Beyond Single-Model Optimization: Preserving Plasticity in Continual Reinforcement Learning

Continual reinforcement learning must balance retention with adaptation, yet many methods still rely on \emph{single-model preservation}, committing to one evolving policy as the main reusable solution across tasks. Even when a previously successful policy is retained, it may no longer provide a reliable starting point for rapid adaptation after interference, reflecting a form of \emph{loss of plasticity} that single-policy preservation cannot address. Inspired by quality-diversity methods, we introduce \textsc{TeLAPA} (Transfer-Enabled Latent-Aligned Policy Archives), a continual RL framework that organizes behaviorally diverse policy neighborhoods into per-task archives and maintains a shared latent space so that archived policies remain comparable and reusable under non-stationary drift. This perspective shifts continual RL from retaining isolated solutions to maintaining \emph{skill-aligned neighborhoods} with competent and behaviorally related policies that support future relearning. In our MiniGrid CL setting, \textsc{TeLAPA} learns more tasks successfully, recovers competence faster on revisited tasks after interference, and retains higher performance across a sequence of tasks. Our analyses show that source-optimal policies are often not transfer-optimal, even within a local competent neighborhood, and that effective reuse depends on retaining and selecting among multiple nearby alternatives rather than collapsing them to one representative. Together, these results reframe continual RL around reusable and competent policy neighborhoods, providing a route beyond single-model preservation toward more plastic lifelong agents.

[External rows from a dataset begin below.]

def column_stability_factor(Fc_star_psi, Emin_prime_psi, le_over_d, c=C_SAWN):
    """Column stability factor CP of a wood member.

    Parameters
    ----------
    Fc_star_psi : float or array_like
        Fc*, the reference compression stress times every factor but CP, psi.
    Emin_prime_psi : float or array_like
        Emin', the adjusted modulus for stability, psi.
    le_over_d : float or array_like
        Governing slenderness le/d (0 or less: CP = 1).
    c : float, optional
        0.8 for sawn lumber (§3.7.1).

    Returns
    -------
    float or ndarray
        CP = (1 + a)/(2c) - sqrt(((1 + a)/(2c))^2 - a/c), a = F_cE / Fc*,
        F_cE = 0.822 Emin' / (le/d)^2; dimensionless.

    References
    ----------
    NDS 2018 Eq. 3.7-1.

    Examples
    --------
    HUD RSDG Example 5.6 (secondary): SPF No. 2 4x4 (Fc 1150 psi, CF 1.15, Emin 510,000 psi,
    secondary), 7.3 ft, C_D 1.0: le/d = 87.6 / 3.5 = 25.03, CP 0.4378.

    >>> round(float(column_stability_factor(1150.0 * 1.15, 510000.0, 7.3 * 12.0 / 3.5)), 4)
    0.4378
    """
    with np.errstate(divide="ignore", invalid="ignore"):
        fce = 0.822 * np.asarray(Emin_prime_psi, dtype=float) / np.asarray(le_over_d) ** 2
        a = fce / Fc_star_psi
        half = (1.0 + a) / (2.0 * c)
        cp = half - np.sqrt(np.maximum(half**2 - a / c, 0.0))
    return np.where(np.asarray(le_over_d) > 0, cp, 1.0)[()]


def lumber_slenderness(d_in_plane_in, d_out_of_plane_in, le_in_plane_ft, le_out_of_plane_ft):
    """Governing le/d of a rectangular sawn member.

    Parameters
    ----------
    d_in_plane_in, d_out_of_plane_in : float or array_like
        Dressed dimensions in and out of the brace's plane, in.
    le_in_plane_ft, le_out_of_plane_ft : float or array_like
        Effective lengths in and out of the plane, ft.

    Returns
    -------
    float or ndarray
        The larger of the two le/d, dimensionless.

    References
    ----------
    NDS 2018 §3.7.1.3.

    Examples
    --------
    A 2x4 (3.5 x 1.5 in) 10 ft long, held at mid-length about its weak axis: max(120 / 3.5,
    60 / 1.5) = 40.

    >>> float(lumber_slenderness(3.5, 1.5, 10.0, 5.0))
    40.0
    """
    return np.maximum(12.0 * np.asarray(le_in_plane_ft, dtype=float) / d_in_plane_in,
                      12.0 * np.asarray(le_out_of_plane_ft, dtype=float) / d_out_of_plane_in)[()]


def lumber_too_slender(le_over_d, during_construction=False):
    """True where le/d exceeds 50, or 75 during construction.

    Parameters
    ----------
    le_over_d : float or array_like
        Governing slenderness.
    during_construction : bool, optional
        True for the limit of 75 during construction.

    Returns
    -------
    bool or ndarray

    References
    ----------
    NDS 2018 §3.7.1.4 (75 during construction: from memory).

    Examples
    --------
    >>> bool(lumber_too_slender(60.0)), bool(lumber_too_slender(60.0, during_construction=True))
    (True, False)
    """
    limit = LE_OVER_D_MAX_CONSTRUCTION if during_construction else LE_OVER_D_MAX
    return np.asarray(le_over_d) > limit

翻译：持续强化学习必须在保持与适应之间取得平衡，然而许多方法仍依赖**单一模型保存**，即承诺将一种不断演化的策略作为跨任务的主要可复用方案。即使保留了先前成功的策略，经过干扰后，它可能不再为快速适应提供可靠的起点，这反映了**可塑性丧失**的一种形式，而单一策略保存无法解决这一问题。受质量-多样性方法的启发，我们提出**TeLAPA**（支持迁移的潜在对齐策略档案馆），这是一种持续强化学习框架，它将行为多样的策略邻域组织为每个任务的档案馆，并维护一个共享的潜空间，使得存档的策略在非平稳漂移下仍具有可比性和可复用性。这一视角将持续强化学习从保留孤立解决方案转变为维护**技能对齐邻域**，其中包含有能力且行为相关的策略，以支持未来的再学习。在我们的MiniGrid持续学习设定中，TeLAPA能成功学习更多任务，在干扰后更快恢复对已访问任务的技能掌握，并在整个任务序列中保持更高的性能。分析表明，即使在一个局部有能力的邻域内，源最优策略往往不是迁移最优的，且有效的复用取决于保留并选择多个邻近替代方案，而非将其合并为一个代表。这些结果共同将持续强化学习重新定位为围绕可复用的能力策略邻域，为超越单一模型保存、迈向更具可塑性的终身智能体提供了一条路径。